— YOUR OBJECTIVE —
Scan the records for "onClose". Show the matching lines.

(EXTRACTED ENTRIES)

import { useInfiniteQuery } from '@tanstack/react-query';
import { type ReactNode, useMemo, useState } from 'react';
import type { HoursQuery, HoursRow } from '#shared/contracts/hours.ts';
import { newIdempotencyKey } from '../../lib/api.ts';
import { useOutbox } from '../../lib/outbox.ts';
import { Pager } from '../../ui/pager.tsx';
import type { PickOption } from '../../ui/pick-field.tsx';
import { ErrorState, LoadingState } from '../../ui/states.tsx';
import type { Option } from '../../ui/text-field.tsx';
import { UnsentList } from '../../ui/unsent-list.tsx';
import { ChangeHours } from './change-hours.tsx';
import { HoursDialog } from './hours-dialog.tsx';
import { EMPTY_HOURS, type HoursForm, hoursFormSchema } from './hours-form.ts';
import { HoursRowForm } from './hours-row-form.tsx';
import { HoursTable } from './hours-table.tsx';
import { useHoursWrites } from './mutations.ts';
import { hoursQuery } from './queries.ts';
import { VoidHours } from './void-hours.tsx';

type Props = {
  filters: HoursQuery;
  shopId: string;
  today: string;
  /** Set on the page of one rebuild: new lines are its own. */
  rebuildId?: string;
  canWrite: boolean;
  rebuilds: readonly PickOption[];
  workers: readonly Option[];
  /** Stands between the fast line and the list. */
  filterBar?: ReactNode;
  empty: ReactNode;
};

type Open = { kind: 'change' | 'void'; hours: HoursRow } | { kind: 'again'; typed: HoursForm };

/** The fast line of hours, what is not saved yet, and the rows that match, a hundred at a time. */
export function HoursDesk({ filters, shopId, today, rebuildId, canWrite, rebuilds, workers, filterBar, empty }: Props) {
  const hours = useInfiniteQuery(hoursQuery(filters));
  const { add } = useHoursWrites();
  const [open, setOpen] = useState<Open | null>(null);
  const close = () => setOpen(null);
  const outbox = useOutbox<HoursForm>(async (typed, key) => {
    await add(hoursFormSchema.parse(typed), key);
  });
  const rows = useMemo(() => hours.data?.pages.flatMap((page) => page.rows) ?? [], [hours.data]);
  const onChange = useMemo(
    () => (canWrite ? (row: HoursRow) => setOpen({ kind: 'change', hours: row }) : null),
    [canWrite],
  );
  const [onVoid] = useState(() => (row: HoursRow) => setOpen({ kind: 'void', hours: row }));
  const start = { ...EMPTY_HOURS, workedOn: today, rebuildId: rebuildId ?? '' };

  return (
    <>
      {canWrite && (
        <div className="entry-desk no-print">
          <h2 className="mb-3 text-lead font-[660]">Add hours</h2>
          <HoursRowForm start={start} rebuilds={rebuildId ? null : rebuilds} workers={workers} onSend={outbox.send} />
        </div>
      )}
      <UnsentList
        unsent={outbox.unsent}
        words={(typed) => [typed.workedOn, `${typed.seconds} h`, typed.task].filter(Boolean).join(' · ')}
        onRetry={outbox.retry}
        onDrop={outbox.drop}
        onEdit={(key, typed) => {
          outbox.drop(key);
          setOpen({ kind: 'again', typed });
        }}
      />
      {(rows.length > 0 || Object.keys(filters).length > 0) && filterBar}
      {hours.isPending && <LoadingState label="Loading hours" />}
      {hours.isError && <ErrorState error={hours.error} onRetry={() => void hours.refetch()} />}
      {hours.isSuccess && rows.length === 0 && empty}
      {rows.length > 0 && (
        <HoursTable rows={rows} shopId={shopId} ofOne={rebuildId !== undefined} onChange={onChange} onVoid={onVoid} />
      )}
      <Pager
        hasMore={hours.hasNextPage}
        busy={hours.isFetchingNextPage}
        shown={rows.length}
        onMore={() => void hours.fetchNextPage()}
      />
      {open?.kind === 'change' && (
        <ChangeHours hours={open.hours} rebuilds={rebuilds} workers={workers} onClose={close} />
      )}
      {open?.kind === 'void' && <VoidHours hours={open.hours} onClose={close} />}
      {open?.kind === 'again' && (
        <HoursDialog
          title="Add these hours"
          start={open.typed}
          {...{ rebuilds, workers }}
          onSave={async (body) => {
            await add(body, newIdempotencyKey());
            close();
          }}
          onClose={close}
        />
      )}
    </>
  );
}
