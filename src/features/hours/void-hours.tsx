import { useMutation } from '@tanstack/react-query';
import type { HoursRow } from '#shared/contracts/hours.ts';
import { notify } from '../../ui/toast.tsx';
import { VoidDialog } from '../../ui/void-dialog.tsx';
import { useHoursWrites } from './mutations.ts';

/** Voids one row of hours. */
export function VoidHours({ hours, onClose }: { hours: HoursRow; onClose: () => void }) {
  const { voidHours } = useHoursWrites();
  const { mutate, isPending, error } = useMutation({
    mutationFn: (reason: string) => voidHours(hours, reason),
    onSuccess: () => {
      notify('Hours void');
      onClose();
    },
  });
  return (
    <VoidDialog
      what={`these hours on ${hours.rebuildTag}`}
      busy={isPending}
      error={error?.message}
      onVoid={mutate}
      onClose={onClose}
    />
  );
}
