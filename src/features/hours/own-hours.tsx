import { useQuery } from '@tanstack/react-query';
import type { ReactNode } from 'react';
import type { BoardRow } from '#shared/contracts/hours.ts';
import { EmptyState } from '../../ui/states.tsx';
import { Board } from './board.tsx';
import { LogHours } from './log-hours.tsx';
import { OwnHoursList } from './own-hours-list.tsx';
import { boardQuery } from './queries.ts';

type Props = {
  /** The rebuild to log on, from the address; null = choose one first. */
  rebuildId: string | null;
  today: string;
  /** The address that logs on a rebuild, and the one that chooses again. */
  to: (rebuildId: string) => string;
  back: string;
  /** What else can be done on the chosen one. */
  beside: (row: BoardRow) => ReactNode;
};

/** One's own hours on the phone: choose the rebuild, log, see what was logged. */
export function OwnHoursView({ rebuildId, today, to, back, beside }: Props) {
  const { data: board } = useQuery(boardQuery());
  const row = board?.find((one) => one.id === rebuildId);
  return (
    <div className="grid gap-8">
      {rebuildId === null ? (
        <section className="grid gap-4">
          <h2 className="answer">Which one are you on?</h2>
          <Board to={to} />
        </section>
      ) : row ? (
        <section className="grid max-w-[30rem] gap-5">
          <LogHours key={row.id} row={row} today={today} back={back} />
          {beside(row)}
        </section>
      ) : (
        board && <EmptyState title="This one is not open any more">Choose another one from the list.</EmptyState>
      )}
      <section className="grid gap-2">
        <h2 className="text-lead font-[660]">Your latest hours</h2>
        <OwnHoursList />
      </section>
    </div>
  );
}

(End EXTRACTED ENTRIES)
(EXTRACTED ENTRIES)

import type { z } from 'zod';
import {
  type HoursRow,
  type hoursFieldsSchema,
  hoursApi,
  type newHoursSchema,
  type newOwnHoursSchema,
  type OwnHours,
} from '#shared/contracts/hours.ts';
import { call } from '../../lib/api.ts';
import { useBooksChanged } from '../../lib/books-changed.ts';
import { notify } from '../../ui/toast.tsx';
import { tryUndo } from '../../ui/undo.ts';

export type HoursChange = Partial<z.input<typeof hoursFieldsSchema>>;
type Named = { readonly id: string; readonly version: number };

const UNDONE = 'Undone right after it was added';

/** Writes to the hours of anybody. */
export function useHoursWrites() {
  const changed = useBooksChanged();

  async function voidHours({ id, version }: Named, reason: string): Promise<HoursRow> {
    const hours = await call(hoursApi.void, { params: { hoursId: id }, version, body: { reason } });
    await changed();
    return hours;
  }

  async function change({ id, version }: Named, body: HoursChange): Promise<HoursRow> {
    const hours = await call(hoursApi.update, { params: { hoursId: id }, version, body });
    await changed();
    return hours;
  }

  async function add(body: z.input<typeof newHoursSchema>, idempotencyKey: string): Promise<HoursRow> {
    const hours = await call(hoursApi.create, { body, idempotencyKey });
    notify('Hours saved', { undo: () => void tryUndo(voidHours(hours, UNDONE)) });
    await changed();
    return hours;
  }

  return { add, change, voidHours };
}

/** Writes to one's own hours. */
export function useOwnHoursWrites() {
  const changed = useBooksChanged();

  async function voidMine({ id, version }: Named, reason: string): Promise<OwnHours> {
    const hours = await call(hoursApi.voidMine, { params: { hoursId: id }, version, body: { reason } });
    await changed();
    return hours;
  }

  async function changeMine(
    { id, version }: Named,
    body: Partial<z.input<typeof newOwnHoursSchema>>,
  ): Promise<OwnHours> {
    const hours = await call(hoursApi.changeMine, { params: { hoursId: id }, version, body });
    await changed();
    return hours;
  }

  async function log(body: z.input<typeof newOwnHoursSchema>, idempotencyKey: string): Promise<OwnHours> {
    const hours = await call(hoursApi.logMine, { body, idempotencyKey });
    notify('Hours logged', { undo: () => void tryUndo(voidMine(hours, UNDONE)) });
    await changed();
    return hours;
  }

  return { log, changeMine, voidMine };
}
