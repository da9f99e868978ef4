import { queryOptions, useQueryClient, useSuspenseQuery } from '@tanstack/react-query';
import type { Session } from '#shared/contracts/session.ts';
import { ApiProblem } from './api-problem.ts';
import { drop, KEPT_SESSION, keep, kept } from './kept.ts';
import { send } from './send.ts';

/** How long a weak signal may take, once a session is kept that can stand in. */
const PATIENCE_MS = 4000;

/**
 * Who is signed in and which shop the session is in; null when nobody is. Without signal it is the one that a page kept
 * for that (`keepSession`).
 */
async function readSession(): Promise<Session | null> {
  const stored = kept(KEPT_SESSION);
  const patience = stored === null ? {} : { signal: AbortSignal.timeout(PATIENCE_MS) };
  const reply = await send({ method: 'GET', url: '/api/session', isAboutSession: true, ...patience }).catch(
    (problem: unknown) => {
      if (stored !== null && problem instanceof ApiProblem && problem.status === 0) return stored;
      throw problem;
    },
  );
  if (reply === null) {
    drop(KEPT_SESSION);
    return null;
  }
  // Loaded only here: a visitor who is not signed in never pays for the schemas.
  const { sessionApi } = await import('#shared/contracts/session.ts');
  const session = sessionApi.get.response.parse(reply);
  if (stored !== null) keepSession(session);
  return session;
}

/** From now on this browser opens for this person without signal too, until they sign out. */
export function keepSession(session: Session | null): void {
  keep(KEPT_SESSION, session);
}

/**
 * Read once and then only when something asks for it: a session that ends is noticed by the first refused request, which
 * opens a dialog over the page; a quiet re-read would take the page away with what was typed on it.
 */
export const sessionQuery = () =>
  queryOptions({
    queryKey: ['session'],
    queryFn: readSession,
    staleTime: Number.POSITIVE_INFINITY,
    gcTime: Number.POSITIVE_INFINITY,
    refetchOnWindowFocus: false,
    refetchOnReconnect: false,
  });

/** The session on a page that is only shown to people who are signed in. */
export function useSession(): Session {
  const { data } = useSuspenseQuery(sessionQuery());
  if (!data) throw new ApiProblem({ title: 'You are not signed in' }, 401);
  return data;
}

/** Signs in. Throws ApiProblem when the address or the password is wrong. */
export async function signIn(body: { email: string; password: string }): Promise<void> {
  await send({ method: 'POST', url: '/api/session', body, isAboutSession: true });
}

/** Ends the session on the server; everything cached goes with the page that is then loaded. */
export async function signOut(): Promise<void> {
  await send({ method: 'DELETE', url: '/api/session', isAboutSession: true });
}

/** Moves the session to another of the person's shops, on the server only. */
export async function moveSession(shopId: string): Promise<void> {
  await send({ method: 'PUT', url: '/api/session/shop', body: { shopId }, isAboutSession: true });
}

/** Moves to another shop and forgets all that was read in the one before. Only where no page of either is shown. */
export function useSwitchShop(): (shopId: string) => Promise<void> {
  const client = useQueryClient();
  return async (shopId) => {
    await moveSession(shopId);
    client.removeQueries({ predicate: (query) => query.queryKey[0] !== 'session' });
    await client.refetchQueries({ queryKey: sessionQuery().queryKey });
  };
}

(End EXTRACTED ENTRIES)

— RESULT —
        <ChangeHours hours={open.hours} rebuilds={rebuilds} workers={workers} onClose={close} />
      {open?.kind === 'void' && <VoidHours hours={open.hours} onClose={close} />}
          onClose={close}
export function VoidHours({ hours, onClose }: { hours: HoursRow; onClose: () => void }) {
      onClose();
      onClose={onClose}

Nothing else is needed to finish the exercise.